Supplementing with polyphenols and other plant chemicals in amounts that would not be achievable by eating food is probably not a good idea.

Source: Polyphenols, Hormesis and Disease: Part II

And finally, in a comment on his blog, Guyenet summed it all up by saying:

All these plant compounds that were thought to have beneficial effects from being antioxidants are turning out to basically be drugs. Resveratrol is another one. The antioxidant effect is somewhere between nonexistent and irrelevant in the body. It's no wonder the body gets rid of polyphenols ASAP; it doesn't want them hijacking control of its enzymes and signaling pathways.
Source: http://wholehealthsource.blogspot.com/2 ... 2241057463

This is not to say that curcumin isn't useful or safe. It certainly appears to be both over the short term. He's just pointing out that it acts a bit like a pharmaceutical and we don't really fully know the long term consequences of using it.

[MachineGhost]

This is not to say that curcumin isn't useful or safe. It certainly appears to be both over the short term. He's just pointing out that it acts a bit like a pharmaceutical and we don't really fully know the long term consequences of using it.

I took BCM-95 (which is more expensive) before Meriva (which users report is more powerful), and honestly, I haven't noticed a difference between the both of them in regards to anti-inflammation.  Indeed, aspirin and NSAID's are more powerful than any herbal active I've ever tried (I can't remember what white willow was like).  I think of all the herbs I've ever taken (aside from stimulating/adaptogenic), only DGL has had any noticeable effect that I could detect, and that has worn off after a couple of months.

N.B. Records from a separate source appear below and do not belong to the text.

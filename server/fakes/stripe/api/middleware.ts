import type { ErrorRequestHandler, RequestHandler, Response } from 'express';
import Stripe from 'stripe';
import { ApiError } from '../params';
import type { RequestInfo } from '../payments';
import { newId } from '../store';

/** Every API answer carries a request id and the API version, as the real ones do. */
export const requestId: RequestHandler = (req, res, next) => {
  res.locals.requestId = newId.request();
  res.set('Request-Id', res.locals.requestId);
  res.set('Stripe-Version', req.get('Stripe-Version') ?? Stripe.API_VERSION);
  next();
};

/** The request behind an event: its id and idempotency key. */
export function requestInfo(res: Response): RequestInfo {
  return { id: res.locals.requestId ?? null, idempotency_key: res.locals.idempotencyKey ?? null };
}

/** The key as the real refusal quotes it: its kind, then stars, then the last four characters. */
function masked(key: string): string {
  const kind = /^[a-z]{2}_(test|live)_/.exec(key)?.[0] ?? '';
  if (key.length < kind.length + 8) return '*'.repeat(key.length);
  return `${kind}${'*'.repeat(key.length - kind.length - 4)}${key.slice(-4)}`;
}

/**
 * A secret test key in `Authorization: Bearer` (or HTTP Basic with the key as user name). When the
 * fake was started with `apiKey`, only that key is taken. The refusal is a 401 with the real body
 * (`type: invalid_request_error`), which the SDK raises as StripeAuthenticationError.
 */
export function authenticate(apiKey: string | undefined): RequestHandler {
  return (req, res, next) => {
    const header = req.get('Authorization') ?? '';
    let key = '';
    if (/^Bearer /i.test(header)) key = header.slice(7).trim();
    else if (/^Basic /i.test(header)) key = Buffer.from(header.slice(6), 'base64').toString('utf8').split(':')[0];
    if (!key) {
      throw new ApiError(401, {
        type: 'invalid_request_error',
        message:
          "You did not provide an API key. You need to provide your API key in the Authorization header, using Bearer auth (e.g. 'Authorization: Bearer YOUR_SECRET_KEY').",
      });
    }
    const testKey = /^(sk|rk)_test_\w+$/.test(key);
    if (!testKey || (apiKey !== undefined && key !== apiKey)) {
      throw new ApiError(401, {
        type: 'invalid_request_error',
        message: testKey
          ? `Invalid API Key provided: ${masked(key)}`
          : `Invalid API Key provided: ${masked(key)}. The local card fake takes secret test keys (sk_test_...) only.`,
      });
    }
    res.locals.apiKey = key;
    next();
  };
}

/** Parameters in a fixed key order, so two requests with the same parameters compare equal. */
function canonical(value: unknown): string {
  if (Array.isArray(value)) return `[${value.map(canonical).join(',')}]`;
  if (value && typeof value === 'object') {
    const entries = Object.entries(value as Record<string, unknown>).sort(([a], [b]) => (a < b ? -1 : a > b ? 1 : 0));
    return `{${entries.map(([k, v]) => `${JSON.stringify(k)}:${canonical(v)}`).join(',')}}`;
  }
  return JSON.stringify(value ?? null);
}

export interface StoredAnswer {
  /** When the first answer was given, ms; keys are forgotten after 24 hours, as the real ones are. */
  at: number;
  endpoint: string;
  params: string;
  status: number;
  body: unknown;
  requestId: string;
}

const KEY_LIFETIME_MS = 24 * 60 * 60 * 1000;

/**
 * `Idempotency-Key` on a POST: the first answer is kept (successes and card errors; refused
 * parameters are not, as with the real service) and replayed with `Idempotent-Replayed: true`
 * for the same key and parameters within 24 hours. The same key on another endpoint or with
 * other parameters is a 400 `idempotency_error`. Keys are kept per API key.
 */
export function idempotency(answers: Map<string, StoredAnswer>): RequestHandler {
  return (req, res, next) => {
    const key = req.get('Idempotency-Key');
    if (req.method !== 'POST' || key === undefined) return next();
    if (key.length === 0 || key.length > 255) {
      throw new ApiError(400, {
        type: 'invalid_request_error',
        message: 'The Idempotency-Key header must be between 1 and 255 characters long.',
      });
    }
    const scope = `${res.locals.apiKey as string}\u0000${key}`;
    const endpoint = `${req.method} ${req.originalUrl.split('?')[0]}`;
    const params = canonical(req.body ?? {});
    const kept = answers.get(scope);
    const stored = kept && Date.now() - kept.at < KEY_LIFETIME_MS ? kept : undefined;
    res.set('Idempotency-Key', key);
    if (stored) {
      if (stored.endpoint !== endpoint) {
        throw new ApiError(400, {
          type: 'idempotency_error',
          message:
            `Keys for idempotent requests can only be used for the same endpoint they were first used for ` +
            `('${stored.endpoint}' vs '${endpoint}'). Try using a key other than '${key}' if you meant to execute a different request.`,
        });
      }
      if (stored.params !== params) {
        throw new ApiError(400, {
          type: 'idempotency_error',
          message:
            `Keys for idempotent requests can only be used with the same parameters they were first used with. ` +
            `Try using a key other than '${key}' if you meant to execute a different request.`,
        });
      }
      res.set('Idempotent-Replayed', 'true');
      res.set('Original-Request', stored.requestId);
      res.status(stored.status).json(stored.body);
      return;
    }
    res.locals.idempotencyKey = key;
    const send = res.json.bind(res);
    res.json = (body: unknown) => {
      if (res.statusCode < 400 || res.statusCode === 402) {
        answers.set(scope, { at: Date.now(), endpoint, params, status: res.statusCode, body, requestId: res.locals.requestId });
      }
      return send(body);
    };
    next();
  };
}

export const unknownRoute: RequestHandler = (req) => {
  throw new ApiError(404, {
    type: 'invalid_request_error',
    message: `Unrecognized request URL (${req.method}: ${req.originalUrl.split('?')[0]}). The local card fake implements only the endpoints the product uses.`,
  });
};

export const apiErrors: ErrorRequestHandler = (err, _req, res, _next) => {
  if (err instanceof ApiError) {
    res.status(err.status).json({ error: err.body });
    return;
  }
  const status = typeof err?.status === 'number' && err.status >= 400 && err.status < 500 ? err.status : 500;
  if (status < 500) {
    res.status(400).json({ error: { type: 'invalid_request_error', message: `Invalid request body: ${err.message}` } });
    return;
  }
  res.set('Stripe-Should-Retry', 'false');
  res.status(500).json({
    error: { type: 'api_error', message: `The local card fake failed: ${err instanceof Error ? err.message : String(err)}` },
  });
};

The only advantage of herbal actives is a better safety profile vs synthetic, isolated pharmaceuticals.  I generally try to avoid herbal extractives because they do seem to act more like drugs than vitamins.  Then again, where do you draw the line?  I'm sure vitamins effect genomic behavior just as well as herbal actives.  The science on hormetic effects from nutraceuticals really needs to be elucidated better.  And we need enlightened tests to detect if they're doing the job.  We're so far from Star Trek-style medicine, its a joke.

BTW, good find on how digestion oxidizes PUFA's.  That could explain a lot, esp vs topical vs oral.

[Gumby]

BTW, good find on how digestion oxidizes PUFA's.  That could explain a lot, esp vs topical vs oral.

I too was excited to see a study that explained internal PUFA oxidation, but I didn't even think about how that could be a significant difference between the oral/topical route. Topical PUFA seems to be quite beneficial for the skin, but clearly it oxidizes during digestion. Good catch.